Inside the Economic Playbook Shaping 2026
I want to walk through what I’m seeing in the economy right now - not from a political angle, and not from a Wall Street one - but in a way that reads beyond the headlines and shows how it will actually affect real life.
Because when the conversation gets too technical, most people either tune out…
or they blindly trust headlines that were written for clicks... not for understanding.
Neither helps.
So, let’s zoom out first.
The Big Picture
I think about the U.S. economy like driving on the expressway.
Everybody likes going faster. When traffic is moving, the ride feels easier.
Businesses hire. People spend. Confidence improves. Everyone is happy.
But anyone who has ever driven knows this simple truth:
The faster you go, the more risk starts creeping in.
At 55 miles per hour, you have room for error.
At 85 miles per hour, one small mistake becomes a big problem.
The economy works the same way.
Growth is the speed.
Inflation is the risk.
You can still drive… but the harder you push it, the less margin you have before something breaks.
And the job of policymakers - whether we agree with them or not - is to keep the economy moving forward without overheating the engine.

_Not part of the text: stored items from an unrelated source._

import { describe, expect, it } from "vitest";
import { logEstimate, powerProduct } from "../../../src/core/decay/powerProduct.ts";
import { relativeError } from "../../../src/core/decay/relativeError.ts";
import { bare, estimate, isEstimate, missing } from "../../../src/core/quantity.ts";
import { expectClose } from "../../support/expectClose.ts";

const rounding = { relative: 1e-12, because: "closed form" };
const z = 1.959963984540054;

describe("the relative error of a quantity", () => {
  it("is its own on the scale of logarithms, and its error over its value on the linear one", () => {
    expect(relativeError(estimate(4, 3, 5, { standard: 0.1, freedom: 9, scale: "log" }))).toBe(0.1);
    expect(relativeError(estimate(4, 3, 5, { standard: 0.1, freedom: 9, scale: "linear" }))).toBe(0.025);
  });
  it("follows from the ends of an interval that brings no error: 1.96 of them either way", () => {
    expectClose(relativeError(estimate(1, Math.exp(-z * 0.07), Math.exp(z * 0.07))), 0.07, rounding);
  });
  it("is none for a quantity without interval, with an open one, one that holds zero, or of no width", () => {
    expect(relativeError(bare(4, "held"))).toBeNull();
    expect(relativeError(missing("not measured"))).toBeNull();
    expect(relativeError(estimate(4, 3, Infinity))).toBeNull();
    expect(relativeError(estimate(4, -Infinity, 5))).toBeNull();
    expect(relativeError(estimate(4, -1, 9))).toBeNull();
    expect(relativeError(estimate(4, 0, 9))).toBeNull();
    expect(relativeError(estimate(4, 4, 4))).toBeNull();
    expect(relativeError(estimate(-4, -5, -3, { standard: 0.1, freedom: null, scale: "linear" }))).toBeNull();
    expect(relativeError(estimate(0, 0, 0, { standard: 0.1, freedom: null, scale: "linear" }))).toBeNull();
    expect(relativeError(estimate(4, 3, 5, { standard: 0, freedom: null, scale: "log" }))).toBeNull();
  });
});

describe("a product of powers", () => {
  const a = estimate(2, 1, 3, { standard: 0.03, freedom: 10, scale: "log" });
  const b = estimate(5, 4, 6, { standard: 0.2, freedom: 10, scale: "linear" });
  it("adds relative errors in squares, each times its power", () => {
    const found = powerProduct(3, [
      [a, 2],
      [b, -1 / 2],
    ]);
    if (!isEstimate(found)) throw new Error("missing");
    expectClose(found.value, (3 * 4) / Math.sqrt(5), rounding);
    expectClose(found.error?.standard, Math.hypot(2 * 0.03, 0.04 / 2), rounding);
    // Welch and Satterthwaite: (0.0036 + 0.0004)² over (0.0036² + 0.0004²)/10
    expectClose(found.error?.freedom, (10 * 0.004 ** 2) / (0.0036 ** 2 + 0.0004 ** 2), rounding);
    expectClose((found.low ?? 0) * (found.high ?? 0), found.value ** 2, rounding);
  });
  it("of two parts as well known has twice the degrees of freedom; a part known beforehand adds none", () => {
    const twice = powerProduct(1, [
      [a, 1],
      [a, -1],
    ]);
    expectClose(isEstimate(twice) ? twice.error?.freedom : null, 20, rounding);
    const exact = estimate(2, 1, 3, { standard: 0.03, freedom: null, scale: "log" });
    const known = powerProduct(1, [[exact, 1]]);
    expect(isEstimate(known) ? known.error?.freedom : 0).toBeNull();
    expectClose(isEstimate(known) ? known.high : null, 2 * Math.exp(z * 0.03), {
      relative: 1e-9,
      because: "normal",
    });
  });
  it("has Student's interval in the logarithm: 2.228 errors at ten degrees of freedom (table; from memory)", () => {
    const found = logEstimate(7, 0.1, 10);
    const reach = { relative: 2e-5, because: "four printed digits" };
    expectClose(isEstimate(found) ? found.high : null, 7 * Math.exp(0.2228), reach);
    expectClose(isEstimate(found) ? found.low : null, 7 * Math.exp(-0.2228), reach);
  });
  it("has no interval where a part has none, and is missing where one is missing or not positive", () => {
    const held = powerProduct(1, [
      [bare(3, "held, not fitted"), 1],
      [a, 1],
    ]);
    expect(held).toEqual(bare(6, "held, not fitted"));
    expect(powerProduct(1, [[missing("not measured"), 1]])).toEqual(missing("not measured"));
    expect(powerProduct(1, [[estimate(-1, -2, 0), 1]]).value).toBeNull();
    expect(powerProduct(1, [[estimate(0, -2, 2), 1]]).value).toBeNull();
  });
});
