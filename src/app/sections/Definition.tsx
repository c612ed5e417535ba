import { type ReactNode, useId, useRef } from "react";
import { labelOf } from "../../core/catalogue.ts";
import { placeBeside } from "./placeBeside.ts";
import { RichText } from "./RichText.tsx";

/**
 * What stands in a table's head, opening what it means and who says so. A native popover: it needs no place
 * in the table, closes by Esc or a click elsewhere, and is announced as one.
 */
export function Definition({ of, children }: { of: string; children: ReactNode }) {
  const id = useId();
  const text = useRef<HTMLDivElement>(null);
  const button = useRef<HTMLButtonElement>(null);
  const label = labelOf(of);
  const place = () => {
    if (text.current && button.current) placeBeside(text.current, button.current, 340);
  };
  return (
    <span className="definition">
      <button type="button" ref={button} popoverTarget={id} onClick={place}>
        {children}
      </button>
      <div id={id} ref={text} popover="auto" className="definition-text">
        <p>
          <b>
            <RichText text={label.name} />
          </b>
          : <RichText text={label.definition} />.
        </p>
        <p>{label.source}</p>
      </div>
    </span>
  );
}
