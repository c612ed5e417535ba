import type { Sentence } from "../../export/sentences/piece.ts";
import { SentenceText } from "./SentenceText.tsx";

/** The finding that opens a section; grey on dots while newer numbers take longer than a moment. */
export function Finding({ sentences, stale = false }: { sentences: readonly Sentence[]; stale?: boolean }) {
  return (
    <p className="finding serif" aria-busy={stale}>
      {sentences.map((sentence, i) => (
        // biome-ignore lint/suspicious/noArrayIndexKey: sentences have no identity but their place
        <span key={i}>
          {i > 0 && " "}
          <SentenceText sentence={sentence} />
        </span>
      ))}
    </p>
  );
}
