import { type ReactNode, useContext } from "react";
import type { Quantity } from "../../core/quantity.ts";
import { DefinitionContext } from "./definitionContext.ts";

/**
 * A number that opens its definition: formula, settings, alternatives, source. It looks like the text it stands in
 * until it is pointed at.
 * @param cell in a table of many numbers: one stop for all, arrow keys between them
 */
export function NumberButton({
  of,
  quantity,
  title,
  cell = false,
  children,
}: {
  of: string;
  quantity: Quantity;
  title?: string | undefined;
  cell?: boolean;
  children: ReactNode;
}) {
  const open = useContext(DefinitionContext);
  if (open === null) return children;
  return (
    <button
      type="button"
      className="number"
      aria-haspopup="dialog"
      title={title}
      tabIndex={cell ? -1 : undefined}
      data-cell={cell ? "" : undefined}
      onClick={(event) => open({ key: of, quantity }, event.currentTarget)}
    >
      {children}
    </button>
  );
}
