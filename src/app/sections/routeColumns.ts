import { isEstimate, type Quantity, scaled } from "../../core/quantity.ts";
import type { StationResult } from "../../core/stationResult.ts";
import { spreadColumn } from "./factColumns.ts";
import type { RouteColumn } from "./StationRoutes.tsx";

const route = (key: string): RouteColumn => ({ key, of: ({ routes }) => routes[key] });

/** A time along the stream: U times it. */
const asLength = (key: string): RouteColumn => ({
  ...route(key),
  shownAs: "L11",
  shown: ({ routes, U }) => {
    const time: Quantity | undefined = routes[key];
    return time !== undefined && isEstimate(U) ? scaled(time, U.value) : time;
  },
});

const field = (
  key: "epsilon" | "epsilon_gradient" | "epsilon_decay" | "epsilon_inertial" | "isotropy_uv" | "isotropy_uw",
): RouteColumn => ({ key, of: (station: StationResult) => station[key] });

/** The integral length by every route, and the transverse scales beside it. */
export const integralColumns: readonly RouteColumn[] = [
  ...["zero-crossing", "one-over-e", "exponential", "low-frequency", "model"].map((of) =>
    asLength(`T_int_${of}`),
  ),
  spreadColumn,
  ...["L_v_ratio", "L_w_ratio"].map(route),
];

/** Large scales, small scales, and where the stress tensor lies. */
export const anisotropyColumns: readonly RouteColumn[] = [
  ...["K_v", "K_w", "rho_uv", "rho_uw", "rho_vw", "anisotropy_xi", "anisotropy_eta"].map(route),
  ...["barycentric_1", "barycentric_2", "barycentric_3"].map(route),
];

export const momentColumns: readonly RouteColumn[] = ["u", "v", "w"].flatMap((of) =>
  [`skewness_${of}`, `flatness_${of}`].map(route),
);

/** The dissipation by every route. */
export const dissipationColumns: readonly RouteColumn[] = [
  ...(["epsilon", "epsilon_gradient", "epsilon_decay", "epsilon_inertial"] as const).map(field),
  ...["epsilon_u-gradient", "epsilon_all-gradients", "epsilon_second-order", "epsilon_third-order"].map(
    route,
  ),
];

/** Mean square gradients: the spectrum's, and differences beside what they should make of that spectrum. */
export const gradientColumns: readonly RouteColumn[] = [
  ...["gradient_u", "gradient_v", "gradient_w"].map(route),
  ...["gradient_difference2", "gradient_difference2_expected"].map(route),
  ...["gradient_difference4", "gradient_difference4_expected"].map(route),
];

That’s why these 3 recent White House decisions make more sense when you view them as one playbook:
Make borrowing less painful without waiting on the Federal Reserve
Keep energy prices steady so inflation doesn’t spike
Plug obvious leaks in government spending instead of raising taxes
Each one matters on its own.
Together, they tell a very clear story.
Move #1: Making Borrowing Cheaper Without Waiting on the Fed
Housing isn’t the economy, but it’s one of the most important ways money actually moves through it.
When housing slows down, the ripple effect is immediate and very real:
Fewer people buy homes
Fewer people move (which slows down everything from furniture to appliances to home services)
Builders pull back
Contractors get fewer calls
A large slice of everyday economic activity goes quiet
That’s why mortgage rates matter so much. And right now, they’re still high enough to keep a lot of people on the sidelines.

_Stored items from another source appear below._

import { describe, expect, it } from "vitest";
import { fitDecay } from "../../../src/core/decay/fitDecay.ts";
import type { DecaySettings } from "../../../src/core/decayResult.ts";
import { missing } from "../../../src/core/quantity.ts";
import type { StationResult } from "../../../src/core/stationResult.ts";
import { expectClose } from "../../support/expectClose.ts";
import { known, lawStations, plainSettings, spacedFrom } from "../../support/lawStations.ts";

const law = { A: 0.06, x0: 1, n: 1.25, ell: 1, U: 6, nu: 1.5e-5, B: 0.1, m: 0.375 };
const xs = spacedFrom(law.x0, 4, 40, 9);
const given: DecaySettings = { ...plainSettings, window: [0, 99] };
const exact = lawStations(law, xs, 0.01);

const flagsOf = (stations: StationResult[], choice: Partial<DecaySettings> = {}) =>
  fitDecay(stations, { ...given, ...choice }).flags;
const codes = (stations: StationResult[], choice: Partial<DecaySettings> = {}) =>
  flagsOf(stations, choice).map(({ code }) => code);
const flag = (code: string, stations: StationResult[], choice: Partial<DecaySettings> = {}) =>
  flagsOf(stations, choice).find((one) => one.code === code);
const without = (stations: StationResult[], lacking: Partial<StationResult>) =>
  stations.map((one) => ({ ...one, k: missing("none"), ...lacking }));
const none = missing("none");

describe("doubts about a decay", () => {
  it("are none on an exact law of three components over a wide window", () => {
    expect(codes(exact)).toEqual([]);
    expect(codes(exact, { window: "auto" })).toEqual([]);
  });
  it("name what was assumed of components that were not measured", () => {
    expect(codes(without(exact, { vv: none, ww: none }))).toEqual(["isotropy-assumed"]);
    expect(codes(without(exact, { ww: none }))).toEqual(["axisymmetry-assumed"]);
    expect(codes(without(exact, { vv: none }))).toEqual(["axisymmetry-assumed"]);
    expect(codes(exact, { quantity: "uu" })).toEqual([]);
  });
  it("tell of equal weights where they were not asked for, or leave an automatic window untested", () => {
    const bare = lawStations(law, xs, 0);
    expect(codes(bare)).toEqual(["equal-weights"]);
    expect(codes(bare, { weights: "equal" })).toEqual([]);
    expect(codes(exact, { weights: "equal", window: "auto" })).toEqual(["equal-weights"]);
    expect(flag("equal-weights", bare)?.text).toMatch(/sampling error/);
    expect(flag("equal-weights", exact, { weights: "equal", window: "auto" })?.text).toMatch(
      /automatic window/,
    );
  });
  it("tell of a U that varies by more than 1 % of its mean beyond its errors, by how much, and what the law runs along", () => {
    const moving = (share: number, error = 1e-5) =>
      exact.map((one, i) => ({ ...one, U: known(6 * (1 + (share * i) / 8), error) }));
    const found = flag("u-varies", moving(0.05), { coordinate: "x" });
    expectClose(found?.value, 0.05 / 1.025, { relative: 1e-9, because: "range over mean" });
    expect(found?.text).toMatch(/x and time of flight differ/);
    expect(flag("u-varies", moving(0.05))?.text).toMatch(/runs along the time of flight/);
    expect(codes(moving(0.009))).not.toContain("u-varies");
    expect(codes(moving(0.03, 0.02))).not.toContain("u-varies");
    expect(codes(moving(0.05), { along: "t" })).not.toContain("u-varies");
  });
  it("tell where the time of flight was asked for and no U is known", () => {
    const still = exact.map((one) => ({ ...one, U: none }));
    expect(codes(still, { coordinate: "flight" })).toContain("flight-unknown");
    expect(codes(still, { coordinate: "flight", along: "t" })).not.toContain("flight-unknown");
    expect(codes(exact, { coordinate: "flight" })).not.toContain("flight-unknown");
    expect(codes(still)).not.toContain("flight-unknown");
  });
  it("count stations below five, and a last distance from the origin below four times the first", () => {
    expect(flag("few-stations", exact, { window: [xs[5], 99] })?.value).toBe(4);
    expect(codes(exact, { window: [xs[4], 99] })).not.toContain("few-stations");
    // steps of 13^(1/8): five of them are 4.97, four 3.61
    expect(codes(exact, { window: [xs[3], 99] })).toEqual([]);
    const short = flag("short-span", exact, { window: [xs[4], 99] });
    expectClose(short?.value, 13 ** 0.5, { relative: 1e-6, because: "an exact law, refitted" });
  });
  it("say how n moves with the origin at a short span, but where n is held or x0 says it already", () => {
    const text = (choice: Partial<DecaySettings>) =>
      flag("short-span", exact, { window: [xs[4], 99], ...choice })?.text;
    // dn/dx0 = -n over the geometric mean of the distances
    const slope = -1.25 / Math.sqrt((xs[4] - 1) * (xs[8] - 1));
    expect(text({})).toContain(`n would change by ${slope.toPrecision(2)}`);
    expect(text({})).toMatch(/x - x0 is 3\.6 times/);
    expect(text({ n: 1.25 })).not.toMatch(/would change/);
  });
  it("speak of time where the decay runs along it", () => {
    const text = flag("short-span", exact, { window: [xs[4], 99], along: "t" })?.text;
    expect(text).toMatch(/t - t0 is 3\.6 times/);
    expect(text).toMatch(/unit of t later/);
    expect(flag("held-origin", exact, { x0: 1, along: "t" })?.text).toMatch(/later by one unit of t/);
  });
  it("give the price of a held origin", () => {
    const held = flag("held-origin", exact, { x0: 1 });
    expectClose(held?.value, -1.25 / Math.sqrt((xs[0] - 1) * (xs[8] - 1)), {
      relative: 1e-6,
      because: "closed form",
    });
    expect(held?.text).toMatch(/farther downstream by one unit of x/);
    expect(codes(exact)).not.toContain("held-origin");
  });
  it("tell of a scatter beyond the errors, with the p of the test", () => {
    const wild = lawStations(law, xs, 0.01, (i) => (i % 2 ? 1.05 : 1 / 1.05)).map((one) => ({
      ...one,
      duration: null,
    }));
    const { p, chi2_reduced } = fitDecay(wild, given);
    const found = flag("chi-square-fails", wild);
    expect(found?.value).toBe(p);
    expect(found?.text).toContain(`chi-square ${chi2_reduced?.toFixed(1)}`);
    expect(codes(wild, { window: "auto" })).toContain("window-without-plateau");
    expect(codes(wild)).not.toContain("window-without-plateau");
  });
  it("tell of an open side, but not of a number that was held", () => {
    const short = lawStations(law, spacedFrom(law.x0, 9, 16, 6), 0.05);
    expect(codes(short)).toContain("half-open");
    expect(codes(short, { x0: 1 })).not.toContain("half-open");
  });
  it("tell why there is no law, and then nothing about one", () => {
    expect(codes(exact.slice(0, 3))).toEqual(["law-refused"]);
    const growing = exact.map((one, i) => ({ ...one, k: known(1 + i / 5, 0.01) }));
    expect(codes(growing, { x0: 1 })).toEqual(["law-refused"]);
    expect(flag("law-refused", growing, { x0: 1 })?.text).toMatch(/not fall/);
  });
  it("count the stations a test left out before an automatic window, and how far the last of them lies off", () => {
    const factor = (i: number) => [1.8, 1.5, 1.2][i] ?? 1;
    const near = lawStations(law, spacedFrom(law.x0, 4, 40, 12), 0.01, factor);
    const found = flag("near-field", near, { window: "auto" });
    expect(found?.value).toBe(3);
    expect(found?.text).toMatch(/^3 stations before the window leave the law, the last of them by 20 %/);
    const one = lawStations(law, spacedFrom(law.x0, 4, 40, 12), 0.01, (i) => (i === 0 ? 1.5 : 1));
    expect(flag("near-field", one, { window: "auto" })?.text).toMatch(
      /^One station before the window leaves the law/,
    );
    expect(codes(near)).toContain("chi-square-fails");
  });
});

describe("a window set by hand", () => {
  const window = (from: number, to: number) => fitDecay(exact, { ...given, window: [from, to] });
  it("holds the stations at its ends, whatever their last digit", () => {
    expect(window(xs[2], xs[7]).window).toEqual([xs[2], xs[7]]);
    expect(window(xs[2] * (1 + 1e-12), xs[7] * (1 - 1e-12)).stations).toBe(6);
    expect(window(xs[2] * (1 + 1e-6), xs[7]).stations).toBe(5);
    expect(window(xs[2], xs[7] * (1 - 1e-6)).stations).toBe(5);
    expect(window(xs[2], xs[7]).windowReason).toBe("set by hand");
    expect(window(xs[2], xs[7]).windowChosen).toBe("given");
  });
  it("marks the stations it uses", () => {
    expect(window(xs[2], xs[7]).points.map(({ used }) => used)).toEqual(
      [2, 2, 1, 1, 1, 1, 1, 1, 2].map((mark) => mark === 1),
    );
  });
});

describe("what a law runs along", () => {
  const moving = exact.map((one, i) => ({ ...one, U: known(6 + i / 2, 1e-5) }));
  const coordinate = (stations: StationResult[], choice: Partial<DecaySettings> = {}) =>
    fitDecay(stations, { ...given, ...choice }).coordinate;
  it("is x in a steady stream, the time of flight in one that speeds up, or what is asked for", () => {
    expect(coordinate(exact)).toBe("x");
    expect(coordinate(moving)).toBe("flight");
    expect(coordinate(moving, { coordinate: "x" })).toBe("x");
    expect(coordinate(exact, { coordinate: "flight" })).toBe("flight");
    expect(coordinate(moving, { along: "t" })).toBe("t");
    expect(coordinate(moving, { along: "t", coordinate: "flight" })).toBe("t");
    expect(
      coordinate(
        exact.map((one) => ({ ...one, U: none })),
        { coordinate: "flight" },
      ),
    ).toBe("x");
  });
  it("counts s in the mean U of the stations of the window, by hand or found", () => {
    const found = fitDecay(moving, { ...given, window: [xs[2], xs[6]] });
    expectClose(found.flight?.speed, 6 + 4 / 2, { relative: 1e-12, because: "the mean of stations 2 to 6" });
    expectClose(found.speed, 8, { relative: 1e-12, because: "the same" });
    const all = fitDecay(moving, { ...given, window: "auto" });
    expect(all.flight?.speed).toBeGreaterThan(6);
    const gap = moving.map((one, i) => (i === 3 ? { ...one, U: none } : one));
    expectClose(fitDecay(gap, { ...given, coordinate: "flight" }).flight?.speed, 6 + (36 - 3) / 8 / 2, {
      relative: 1e-12,
      because: "the mean of the eight that carry a U",
    });
  });
});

Here is where the Federal Reserve fits into the puzzle (and where it doesn’t).
The Federal Reserve absolutely influences mortgage rates.
But it doesn’t control them the way most people think it does.
The Fed sets short-term interest rates. That shapes the overall rate environment and investor expectations, but it actually has little (and sometimes opposite) influence on long term mortgage rates.
Mortgage rates themselves are priced by the market - based on inflation expectations, bond yields, and most importantly: how much demand there is in the secondary mortgage market.
So when the Fed is hesitant to cut aggressively, it doesn’t mean mortgage rates can’t come down. It just means a different variable needs to be the focus.
That’s where a different lever comes into play.
Enter Federal National Mortgage Association (AKA Fannie Mae and Freddie Mac).
Here’s a way to think about it that most people can relate to.
Imagine a 19 year old applying for a car loan.
On their own, the bank might approve them - but with a high interest rate - because the bank is risking their capital on a 19-year-old “kid.” Now imagine a parent steps in and says:
“If they ever miss a payment, I’ve got it covered. I’ll take the risk.”
What happens?
The bank gets a lot more comfortable.
They’re willing to extend more credit.
And they can offer better terms - not because they’re generous, but because they no longer carry the risk.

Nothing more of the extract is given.